5. Nicholas Berger writes: “Theatre and its practitioners have been deemed non-essential in this moment and our refusal to acknowledge this has resulted in disposable digital work that dismantles the very intimacy our form demands. We’re being asked to exit the stage, not give an encore.” Theatres have been identified as spaces were COVID-19 is likely to be transmitted due to the close proximity of humans in the auditorium. Extrapolating a public health measure into this sort of self-annihilation feels entirely counterproductive and self-sabotaging. It also feel self-indulgent to me. Very few of us in the arts were nurses or epidemiologists before COVID-19. This does not mean the arts do not have a social role to play. Like other pillars of society (shout out to Benjamin Lloyd for emphasising this in every class of his I took at Villanova), artists have a role to play as members of our communities (local or digitally dispersed). Our care is for the soul and spirit of society, whether through a hard-hitting play on contemporary issues or the witty escapism of a cabaret act, or whatever other form it takes. I make performances because I want to provide the spectator space to encounter themselves in a particular way. I want to provide this space because its existence is something I value when other artists set it up for me. The provisions of these spaces - whatever kind we need, wherever we find them - is entirely essential, as is teaching (schools are closed), as are books (libraries and bookshops are closed), as is gathering socially (restaurants, cafes, pubs and even some parks are closed). I ask who and what is served when we deny the social service the arts provide?

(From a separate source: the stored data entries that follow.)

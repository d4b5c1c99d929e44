/**
 * The proposal generator: from a brief to the best few checked layouts, or to the honest reasons
 * none can be made. It enumerates every variant of every pattern the brief allows (patterns.ts),
 * in an order shuffled by the brief's seed, up to MAX_CANDIDATES; lays each out, skipping one
 * already seen; builds it as a stored layout document through the parser; runs the full check
 * engine; keeps those with no failing finding that also meet the brief; scores them (score.ts);
 * and returns the best of each zoning (pattern, kitchen wall, wet-room wall) — never the same plan
 * shifted. When none passes, the reasons come from the checks' own findings (rule, measured,
 * required) and the layout misses, with the nearest candidates and what each misses.
 *
 * Deterministic for a brief (its seed included); no clock, no randomness of its own, no I/O.
 * Pure: must never import React, Next, the database or the services.
 */
import { runChecks } from '../checks';
import { findBeds, type Bed } from '../checks/beds';
import { resolveSettings } from '../checks/settings';
import type { CheckReport, Finding } from '../checks/types';
import { buildUpThickness } from '../layout/bay';
import { parseLayoutDoc } from '../layout/parse';
import type { Bay, LayoutDoc } from '../layout/schema';
import { bayTemplate, DEFAULT_BUILD_UP } from '../layout/templates';
import { BED_PREFERENCE_WORDS, mattressOfClass, type Brief } from './brief';
import { frameOf, unmirror, type Frame } from './frame';
import { toModule, type Part } from './parts';
import { isLounge, layOut, PATTERNS, patternsFor, type LayoutMiss, type PatternId, type Variant } from './patterns';
import { figuresOf, scoreAll, type Figures, type Score } from './score';
import { explainFinding, explainMiss, type Reason } from './reasons';

/**
 * Proposals are written as version-3 documents (each module's top per arrangement set by
 * `surfacesOf`) and go through `parseLayoutDoc`, like every document that enters the system.
 */
const PROPOSAL_SCHEMA_VERSION = 3;

/** At most this many candidates are laid out and checked for one brief (bounded work per request). */
export const MAX_CANDIDATES = 2000;
/** Proposals returned at most; nearest candidates shown when none passes. */
export const MAX_PROPOSALS = 4;
export const MAX_NEAREST = 3;

export interface Proposal {
  /** A, B, C… in the order shown. */
  letter: string;
  pattern: PatternId;
  title: string;
  /** What makes it different: pattern, bed orientation, where the kitchen and wet room stand. */
  zoning: string;
  doc: LayoutDoc;
  figures: Figures;
  scores: Score[];
  total: number;
}

export interface NearMiss {
  pattern: PatternId;
  title: string;
  zoning: string;
  doc: LayoutDoc;
  misses: Reason[];
}

export interface ProposalStats {
  /** Variants enumerated for the brief (before the cap). */
  variants: number;
  /** Candidates laid out and run through the check engine. */
  checked: number;
  passed: number;
  /** Variants that could not be laid out at all. */
  notLaidOut: number;
}

export interface ProposalResult {
  ok: boolean;
  proposals: Proposal[];
  /** When nothing passes: why, in the trade's words, strongest first. */
  reasons: Reason[];
  nearest: NearMiss[];
  stats: ProposalStats;
}

export interface GenerateOptions {
  maxCandidates?: number;
  /** Told how far the search is, every 50 candidates (the worker passes it on). */
  onProgress?: (done: number, total: number) => void;
  /** Read before each candidate: true stops the search with `ProposalsCancelledError`. */
  cancelled?: () => boolean;
}

/** The search was stopped because the caller cancelled it. */
export class ProposalsCancelledError extends Error {
  constructor() {
    super('The proposals were cancelled.');
    this.name = 'JobCancelled';
  }
}

/** The bay a brief names: a template by id, or the measured bay. Throws a RangeError for an unknown template. */
export function briefBay(brief: Brief): Bay {
  if (brief.bay.source === 'measured') return brief.bay.bay;
  const t = bayTemplate(brief.bay.template);
  if (!t) throw new RangeError(`no bay template "${brief.bay.template}"`);
  return t.bay;
}

/** A small deterministic generator (mulberry32) for the seeded order. */
function seeded(seed: number): () => number {
  let a = seed >>> 0;
  return () => {
    a = (a + 0x6d2b79f5) >>> 0;
    let t = a;
    t = Math.imul(t ^ (t >>> 15), t | 1);
    t ^= t + Math.imul(t ^ (t >>> 7), t | 61);
    return ((t ^ (t >>> 14)) >>> 0) / 4294967296;
  };
}

export function variantsFor(brief: Brief): Variant[] {
  const out: Variant[] = [];
  const walls = ['left', 'right'] as const;
  const hasWet = brief.toilet || brief.shower;
  for (const pattern of patternsFor(brief.bed, brief.sleepers.length)) {
    for (const bedStep of [0, 1, 2]) {
      for (const raised of isLounge(pattern) || brief.garageHeight !== null ? [false] : [false, true]) {
        for (const kitchenWall of walls) {
          for (const wetWall of hasWet ? walls : (['left'] as const)) {
            for (const wetFirst of hasWet && kitchenWall === wetWall ? [false, true] : [false]) {
              for (const counterStep of [0, 1, 2]) {
                for (const wardrobe of [false, true]) {
                  for (const appliances of ['beside', 'under', 'apart'] as const) {
                    for (const fromRear of [false, true]) out.push({ pattern, bedStep, raised, kitchenWall, wetWall, wetFirst, counterStep, wardrobe, appliances, fromRear });
                  }
                }
              }
            }
          }
        }
      }
    }
  }
  return out;
}

function zoningOf(v: Variant, hasWet: boolean, bedAcross: boolean): { key: string; words: string } {
  const wall = (w: 'left' | 'right') => (w === 'left' ? 'left-hand wall' : 'door side');
  const bed = `${isLounge(v.pattern) ? `made up ${bedAcross ? 'across' : 'lengthways'}` : PATTERNS[v.pattern].bed}${PATTERNS[v.pattern].levels === 2 ? (isLounge(v.pattern) ? ' with a drop-down bed over it' : ' with a bunk over it') : ''}`;
  return {
    key: `${v.pattern}|${bedAcross}|${v.kitchenWall}|${hasWet ? v.wetWall : '-'}|${v.appliances === 'apart'}`,
    words: `Bed ${bed}; kitchen on the ${wall(v.kitchenWall)}${v.appliances === 'apart' ? ', fridge and gas locker across from it' : ''}${hasWet ? `; wet room on the ${wall(v.wetWall)}` : ''}`,
  };
}

function documentOf(f: Frame, brief: Brief, parts: Part[], title: string): LayoutDoc | null {
  const placed = f.mirrored ? parts.map((p) => unmirror(p, f.bay.width)) : parts;
  const bay = f.mirrored ? briefBay(brief) : f.bay;
  const parsed = parseLayoutDoc({
    schemaVersion: PROPOSAL_SCHEMA_VERSION,
    name: title,
    bay,
    buildUp: DEFAULT_BUILD_UP,
    occupants: { standingHeight: brief.standing ?? 0, sleepers: brief.sleepers },
    modules: placed.map(toModule),
    systems: { water: { persons: brief.water.people } },
  });
  return parsed.ok ? parsed.value : null;
}

/** What of the brief a checked layout still misses, beyond the check rules (bed class). */
function briefMisses(brief: Brief, beds: Bed[]): Reason[] {
  const out: Reason[] = [];
  const m = mattressOfClass(brief.mattress);
  const bed = beds[0];
  if (m && bed && (bed.long < m.length || bed.short < m.width)) {
    out.push({ rule: 'mattress class', measured: bed.short < m.width ? bed.short : bed.long, required: bed.short < m.width ? m.width : m.length, unit: 'mm', message: `A ${m.name} mattress needs ${m.width} × ${m.length} mm; the largest bed here is ${bed.short} × ${bed.long} mm clear (UK trade sizes, common practice).` });
  }
  return out;
}

interface Evaluated {
  variant: Variant;
  doc: LayoutDoc;
  zoning: { key: string; words: string };
  fails: Reason[];
  shortfall: number;
  figures?: Figures;
}

export function generateProposals(brief: Brief, options: GenerateOptions = {}): ProposalResult {
  const f = frameOf(briefBay(brief));
  const all = variantsFor(brief);
  const random = seeded(brief.seed);
  // Fisher–Yates with the seeded generator: the order candidates are tried in.
  const order = all.map((_, i) => i);
  for (let i = order.length - 1; i > 0; i--) {
    const j = Math.floor(random() * (i + 1));
    [order[i], order[j]] = [order[j], order[i]];
  }
  const limit = Math.min(options.maxCandidates ?? MAX_CANDIDATES, MAX_CANDIDATES);
  const seen = new Set<string>();
  const misses: LayoutMiss[] = [];
  const evaluated: Evaluated[] = [];
  const hasWet = brief.toilet || brief.shower;
  const settings = resolveSettings({});
  let checked = 0;
  let notLaidOut = 0;
  for (let n = 0; n < order.length && checked < limit; n++) {
    if (options.cancelled?.()) throw new ProposalsCancelledError();
    if (n % 50 === 0) options.onProgress?.(Math.min(n, limit), Math.min(order.length, limit));
    const v = all[order[n]];
    const laid = layOut(f, brief, v);
    if (!laid.ok) {
      notLaidOut++;
      misses.push(laid.miss);
      continue;
    }
    const key = JSON.stringify(laid.parts);
    if (seen.has(key)) continue;
    seen.add(key);
    const zoning = zoningOf(v, hasWet, laid.bedAcross);
    const doc = documentOf(f, brief, laid.parts, `${PATTERNS[v.pattern].words}`);
    if (!doc) {
      notLaidOut++;
      continue;
    }
    checked++;
    const report: CheckReport = runChecks(doc);
    const failing = report.findings.filter((x: Finding) => x.status === 'fail');
    // Beds are measured again only for a candidate the checks passed: its figures and the mattress class.
    const beds = failing.length === 0 ? findBeds(doc, buildUpThickness(doc), settings) : [];
    const fails = [...failing.map((x) => explainFinding(x, doc, laid.bedAcross)), ...(failing.length === 0 ? briefMisses(brief, beds) : [])];
    const shortfall = fails.reduce((s, r) => s + Math.abs(r.required - r.measured), 0);
    evaluated.push({ variant: v, doc, zoning, fails, shortfall, figures: fails.length === 0 ? figuresOf(doc, report, beds) : undefined });
  }
  options.onProgress?.(Math.min(order.length, limit), Math.min(order.length, limit));
  const passing = evaluated.filter((e) => e.fails.length === 0);
  const stats: ProposalStats = { variants: all.length, checked, passed: passing.length, notLaidOut };

  if (passing.length > 0) {
    const scored = scoreAll(passing.map((e) => e.figures!), brief.priority).map((s, i) => ({ e: passing[i], ...s }));
    // Best first; ties keep the seeded order (a stable sort).
    scored.sort((a, b) => b.total - a.total);
    const best = new Map<string, (typeof scored)[number]>();
    for (const s of scored) if (!best.has(s.e.zoning.key)) best.set(s.e.zoning.key, s);
    // Different patterns first, then different walls of the same pattern.
    const picked: (typeof scored)[number][] = [];
    const patternsShown = new Set<PatternId>();
    for (const s of best.values()) if (!patternsShown.has(s.e.variant.pattern) && picked.length < MAX_PROPOSALS) { picked.push(s); patternsShown.add(s.e.variant.pattern); }
    for (const s of best.values()) if (!picked.includes(s) && picked.length < MAX_PROPOSALS) picked.push(s);
    picked.sort((a, b) => b.total - a.total);
    const proposals = picked.map((s, i): Proposal => {
      const letter = String.fromCharCode(65 + i);
      const title = `Proposal ${letter}: ${PATTERNS[s.e.variant.pattern].words}`;
      return { letter, pattern: s.e.variant.pattern, title, zoning: s.e.zoning.words, doc: { ...s.e.doc, name: title }, figures: s.e.figures!, scores: s.scores, total: s.total };
    });
    return { ok: true, proposals, reasons: [], nearest: [], stats };
  }
  return { ok: false, proposals: [], reasons: reasonsOf(brief, evaluated, misses), nearest: nearestOf(evaluated), stats };
}

/**
 * Why nothing passed: for each rule that failed, the candidate that came nearest to meeting it
 * (its numbers), strongest rule first — the one that failed in most candidates. Layout misses
 * (no room along a wall, under the bed, headroom to sit up) come after, and lead only when no
 * candidate could be laid out at all.
 */
function reasonsOf(brief: Brief, evaluated: Evaluated[], misses: LayoutMiss[]): Reason[] {
  const byRule = new Map<string, { count: number; nearest: Reason }>();
  const gap = (r: Reason) => Math.abs(r.required - r.measured);
  for (const e of evaluated) {
    const once = new Set<string>();
    for (const r of e.fails) {
      const k = r.rule + '|' + (r.context ?? '');
      const entry = byRule.get(k);
      if (!once.has(k)) {
        once.add(k);
        if (entry) entry.count++;
      }
      if (!entry) byRule.set(k, { count: 1, nearest: r });
      else if (gap(r) < gap(entry.nearest)) entry.nearest = r;
    }
  }
  const fromChecks = [...byRule.values()].sort((a, b) => b.count - a.count || gap(a.nearest) - gap(b.nearest)).map((x) => x.nearest);
  const missBy = new Map<string, LayoutMiss>();
  for (const m of misses) {
    const cur = missBy.get(m.rule);
    if (!cur || Math.abs(m.required - m.measured) < Math.abs(cur.required - cur.measured)) missBy.set(m.rule, m);
  }
  const fromLayout = [...missBy.values()].map(explainMiss);
  const out = evaluated.length > 0 ? [...fromChecks, ...fromLayout] : fromLayout;
  if (out.length === 0) {
    out.push({ rule: 'bed preference', measured: 0, required: 1, unit: 'patterns', message: `No arrangement pattern matches “${BED_PREFERENCE_WORDS[brief.bed]}” in this bay.` });
  }
  return out.slice(0, 8);
}

function nearestOf(evaluated: Evaluated[]): NearMiss[] {
  const ranked = [...evaluated].sort((a, b) => a.fails.length - b.fails.length || a.shortfall - b.shortfall);
  const out: NearMiss[] = [];
  const keys = new Set<string>();
  for (const e of ranked) {
    if (keys.has(e.zoning.key)) continue;
    keys.add(e.zoning.key);
    out.push({ pattern: e.variant.pattern, title: PATTERNS[e.variant.pattern].words, zoning: e.zoning.words, doc: e.doc, misses: e.fails.slice(0, 4) });
    if (out.length >= MAX_NEAREST) break;
  }
  return out;
}
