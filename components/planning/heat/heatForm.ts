/**
 * The Heating and insulation panel's form: the heater's fuel and its exhaust/intake placement,
 * the design temperature difference, air changes, declared λ values per material, and windows
 * — read into `systems.heating` and `systems.insulation`. Pure TypeScript; empty stays absent.
 */
import * as z from 'zod/mini';
import type { LayoutDoc, Systems } from '@/lib/layout';
import { compact, field, shown } from '../quantities';

export const heatSchema = z
  .object({
    fuel: z.enum(['', 'diesel', 'petrol', 'gas', 'electric']),
    exhaustClearOfOpenings: z.boolean(),
    intakeClearOfExhaust: z.boolean(),
    deltaK: field.plain(['K', '°C'], 'a temperature difference, e.g. 20 K', { min: 1, max: 80 })(false),
    airChangesPerHour: field.plain(['/h', 'ach'], 'air changes an hour, e.g. 1', { min: 0, max: 30 })(false),
    conductivities: z.array(z.object({
      material: z.string().check(z.trim(), z.minLength(1, 'name the material as in the build-up'), z.maxLength(80)),
      lambda: field.plain(['W/mK', 'W/m·K'], 'a conductivity, e.g. 0.035', { min: 0.005, max: 500 })(true),
    })).check(z.maxLength(40)),
    windows: z.array(z.object({
      id: z.string(),
      face: z.enum(['walls', 'roof']),
      areaM2: field.plain(['m²', 'm2'], 'an area, e.g. 0.4 m²', { min: 0.01, max: 10 })(true),
      uValue: field.plain(['W/m²K'], 'a U-value, e.g. 3.0', { min: 0.1, max: 10 })(true),
    })).check(z.maxLength(20)),
  })
  .check(z.superRefine((v, ctx) => {
    const seen = new Set<string>();
    v.conductivities.forEach((c, i) => {
      const key = c.material.toLowerCase();
      if (seen.has(key)) ctx.addIssue({ code: 'custom', path: ['conductivities', i, 'material'], message: 'already listed' });
      seen.add(key);
    });
  }));
export type HeatInput = z.input<typeof heatSchema>;

export function heatDefaults(doc: LayoutDoc): HeatInput {
  const h = doc.systems?.heating ?? {};
  const ins = doc.systems?.insulation ?? {};
  return {
    fuel: h.fuel ?? '',
    exhaustClearOfOpenings: h.exhaustClearOfOpenings ?? false,
    intakeClearOfExhaust: h.intakeClearOfExhaust ?? false,
    deltaK: shown(ins.deltaK),
    airChangesPerHour: shown(ins.airChangesPerHour),
    conductivities: Object.entries(ins.conductivities ?? {}).map(([material, lambda]) => ({ material, lambda: shown(lambda) })),
    windows: (ins.windows ?? []).map((w) => ({ id: w.id, face: w.face, areaM2: shown(w.areaM2), uValue: shown(w.uValue) })),
  };
}

export function heatSystems(v: z.output<typeof heatSchema>): Pick<Systems, 'heating' | 'insulation'> {
  return {
    heating: compact({
      fuel: v.fuel === '' ? undefined : v.fuel,
      exhaustClearOfOpenings: v.exhaustClearOfOpenings || undefined,
      intakeClearOfExhaust: v.intakeClearOfExhaust || undefined,
    }),
    insulation: compact({
      deltaK: v.deltaK,
      airChangesPerHour: v.airChangesPerHour,
      conductivities: v.conductivities.length ? Object.fromEntries(v.conductivities.map((c) => [c.material, c.lambda!])) : undefined,
      windows: v.windows.length ? v.windows.map((w) => ({ id: w.id, face: w.face, areaM2: w.areaM2!, uValue: w.uValue! })) : undefined,
    }),
  };
}
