'use client';
/**
 * Heating and insulation: the heater's fuel and placement confirmations, the design ΔT, air
 * changes, declared λ and windows, beside the U-value of each build-up layer by layer
 * (EN ISO 6946), the heat loss in W/K, the heat needed at the chosen ΔT against the heaters
 * drawn, the heater caution and the `heat.*` findings. Edits `systems.heating` and
 * `systems.insulation` only; the build-up layers themselves are edited in the editor's Bay panel.
 */
import { useId, useMemo } from 'react';
import { useFieldArray } from 'react-hook-form';
import { Plus, Trash2 } from 'lucide-react';
import { heatLoss } from '@/lib/planning';
import { FindingList, findingsOf } from '../FindingList';
import { Caution, CheckField, FieldGroup, QuantityField } from '../fields';
import { newRowId } from '../ids';
import type { PanelProps } from '../panelProps';
import { useSectionForm } from '../useSectionForm';
import { heatDefaults, heatSchema, heatSystems } from './heatForm';
import { PLANNING_CAUTION } from '@/lib/layout/cautions';
import { formatNumber } from '@/lib/format';

const FACE = { floor: 'Floor', walls: 'Walls', roof: 'Roof' } as const;
const f2 = (n: number) => n.toFixed(2);
const f1 = (n: number) => formatNumber(n, 1);

export function HeatPanel({ doc, readOnly, onSystems, onValidity, findings }: PanelProps) {
  const uid = useId();
  const form = useSectionForm({ schema: heatSchema, defaults: () => heatDefaults(doc), onParsed: (v) => onSystems(heatSystems(v)), onValidity });
  const lambdas = useFieldArray({ control: form.control, name: 'conductivities' });
  const windows = useFieldArray({ control: form.control, name: 'windows' });
  const e = form.formState.errors;
  const r = form.register;
  const h = useMemo(() => heatLoss(doc), [doc]);
  const fuel = doc.systems?.heating?.fuel;
  return (
    <div className="grid gap-6 xl:grid-cols-2">
      <form className="space-y-4" onSubmit={(ev) => ev.preventDefault()} noValidate aria-label="Heating and insulation inputs">
        <fieldset disabled={readOnly} className="space-y-4">
          <FieldGroup title="Heater">
            <div>
              <label className="label" htmlFor="h-fuel">Fuel</label>
              <select id="h-fuel" className="field" {...r('fuel')}>
                <option value="">Not chosen</option><option value="diesel">Diesel</option><option value="petrol">Petrol</option><option value="gas">Gas (LPG)</option><option value="electric">Electric (hook-up only)</option>
              </select>
            </div>
            <CheckField reg={r('exhaustClearOfOpenings')} label="Exhaust away from doors, opening windows and the fuel filler, as the maker specifies" />
            <CheckField reg={r('intakeClearOfExhaust')} label="Combustion intake apart from the exhaust and out of spray" />
          </FieldGroup>
          <FieldGroup title="Design conditions" note="Heater output is the modules' watts (Details panel in the editor).">
            <QuantityField label="Inside minus outside" unit="K" reg={r('deltaK')} error={e.deltaK} placeholder="20" hint="e.g. 20 K for 0 °C outside, 20 °C inside" testId="h-delta" />
            <QuantityField label="Air changes" unit="/h" reg={r('airChangesPerHour')} error={e.airChangesPerHour} placeholder="1" hint="vents and leaks; empty: 1 (common practice)" />
          </FieldGroup>
          <fieldset className="rounded-sm border border-paper-edge p-3">
            <legend className="px-1 text-sm font-semibold">Declared λ of your products</legend>
            {h.unknownMaterials.length > 0 && <p className="mb-2 text-xs text-brick">No λ known for: {h.unknownMaterials.join(', ')}. Add the maker&apos;s declared value (same name as in the build-up).</p>}
            <div className="space-y-2">
              {lambdas.fields.map((fl, i) => (
                <div key={fl.id} className="grid grid-cols-2 sm:grid-cols-[1fr_9rem_auto] items-end gap-2">
                  <div>
                    <label className="label" htmlFor={`${uid}-lam-${i}`}>Material</label>
                    <input id={`${uid}-lam-${i}`} className="field" list="buildup-materials" {...r(`conductivities.${i}.material`)} />
                    {e.conductivities?.[i]?.material && <p className="field-error">{e.conductivities[i]?.material?.message}</p>}
                  </div>
                  <QuantityField label="λ" unit="W/m·K" reg={r(`conductivities.${i}.lambda`)} error={e.conductivities?.[i]?.lambda} />
                  <button type="button" className="btn-quiet mb-0.5 px-2" onClick={() => lambdas.remove(i)} aria-label={`Remove λ ${i + 1}`}><Trash2 size={14} aria-hidden="true" /></button>
                </div>
              ))}
              <datalist id="buildup-materials">{[...new Set([...doc.buildUp.floor, ...doc.buildUp.walls, ...doc.buildUp.roof].map((l) => l.material))].map((m) => <option key={m} value={m} />)}</datalist>
              <button type="button" className="btn-quiet" onClick={() => lambdas.append({ material: h.unknownMaterials[0] ?? '', lambda: '' })}><Plus size={14} aria-hidden="true" /> Add a λ</button>
            </div>
          </fieldset>
          <fieldset className="rounded-sm border border-paper-edge p-3">
            <legend className="px-1 text-sm font-semibold">Windows and roof lights</legend>
            <div className="space-y-2">
              {windows.fields.map((fw, i) => (
                <div key={fw.id} className="grid grid-cols-2 sm:grid-cols-[7rem_1fr_1fr_auto] items-end gap-2">
                  <div>
                    <label className="label" htmlFor={`${uid}-win-${i}`}>In</label>
                    <select id={`${uid}-win-${i}`} className="field" {...r(`windows.${i}.face`)}><option value="walls">a wall</option><option value="roof">the roof</option></select>
                  </div>
                  <QuantityField label="Area" unit="m²" reg={r(`windows.${i}.areaM2`)} error={e.windows?.[i]?.areaM2} />
                  <QuantityField label="U-value" unit="W/m²K" reg={r(`windows.${i}.uValue`)} error={e.windows?.[i]?.uValue} hint="maker's figure" />
                  <button type="button" className="btn-quiet mb-0.5 px-2" onClick={() => windows.remove(i)} aria-label={`Remove window ${i + 1}`}><Trash2 size={14} aria-hidden="true" /></button>
                </div>
              ))}
              <button type="button" className="btn-quiet" onClick={() => windows.append({ id: newRowId('window'), face: 'walls', areaM2: '', uValue: '' })}><Plus size={14} aria-hidden="true" /> Add a window</button>
            </div>
          </fieldset>
        </fieldset>
      </form>
      <section className="space-y-4" aria-label="Heating results" data-testid="heat-results">
        {h.uValues.map((u) => (
          <div key={u.face} className="panel p-3">
            <h3 className="text-sm font-semibold">{FACE[u.face]} build-up: U = <span className="font-mono" data-testid={`u-${u.face}`}>{f2(u.u)} W/m²K</span></h3>
            <table className="mt-1 w-full text-left text-xs">
              <thead><tr className="text-ink-soft"><th className="py-1">Layer</th><th className="pl-3 text-right">mm</th><th className="pl-3 text-right">λ W/m·K</th><th className="pl-3 text-right">R m²K/W</th><th className="pl-3">λ from</th></tr></thead>
              <tbody>
                {u.layers.map((l, i) => (
                  <tr key={i} className="border-t border-paper-edge">
                    <td className="py-1">{l.material}</td>
                    <td className="text-right font-mono">{l.thicknessMm}</td>
                    <td className="text-right font-mono">{l.lambda ?? '?'}</td>
                    <td className="text-right font-mono">{l.r === null ? '—' : f2(l.r)}</td>
                    <td className="pl-3 text-ink-soft">{l.source ?? 'unknown: not counted'}</td>
                  </tr>
                ))}
                <tr className="border-t border-paper-edge text-ink-soft"><td className="py-1">Surface resistances (EN ISO 6946 Table 7, from memory)</td><td /><td /><td className="text-right font-mono">{f2(u.rTotal - u.layers.reduce((a, l) => a + (l.r ?? 0), 0))}</td><td /></tr>
              </tbody>
            </table>
          </div>
        ))}
        <div className="panel space-y-1 p-3 text-sm">
          <p>Heat loss: <span className="font-mono" data-testid="heat-wk">{f1(h.totalWPerK)} W/K</span> <span className="text-ink-soft">({h.faces.map((fc) => `${fc.face} ${f1(fc.wPerK)}`).join(', ')}, windows {f1(h.windowsWPerK)}, air {f1(h.ventilationWPerK)} W/K)</span></p>
          <p>Heat needed at <span className="font-mono">{h.deltaK} K</span>: <span className="font-mono" data-testid="heat-required">{formatNumber(h.requiredW)} W</span></p>
          <p>Heaters drawn: <span className="font-mono">{formatNumber(h.heaterW)} W</span> {h.heaterIds.length === 0 && <span className="text-ink-soft">(no heater module)</span>}</p>
          <p className="text-xs text-ink-soft">Steel ribs and pillars bridge the insulation and are not counted: keep a margin on the heater. Air: 0.34 W/(m³K) per air change an hour (EN 12831, from memory).</p>
        </div>
        {h.heaterIds.length > 0 && fuel !== 'electric' && (
          <Caution>
            <p>{PLANNING_CAUTION.heating}{fuel === 'gas' ? ` ${PLANNING_CAUTION.gasHeater}` : ''}</p>
          </Caution>
        )}
        <FindingList findings={findingsOf(findings, 'heat.')} testId="findings-heat" />
      </section>
    </div>
  );
}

6. I am only reading these articles in English. My Facebook feed is full of artists from all over the world and I am not seeing comparable articles in Czech, French or Polish. I am translating multiple documents discussing the response of performing arts communities in Visegrad countries and I have yet to read anything along these lines. If this conversation is happening outside the Anglo-American sphere, please - send me things, I want to see them. I cannot comment on the US context, but having spent the bulk of my career in the UK, it strikes me that this is a culture that struggles to see a social function for art, that views it as largely decorative and extra (non-essential, if you will) and does not recognise the inherently political nature of arts practice. I ask who and what is served when we accept and internalise the characterisation of our field as fundamentally self-serving and disposable?
If you’ve reached this point, thank you for reading. I was kept awake by these thoughts for much of the night, so they felt important to share. Again, I want to emphasise my belief that finding our own personal ways through must absolutely take precedence now. I just think there is some insidious stuff in here.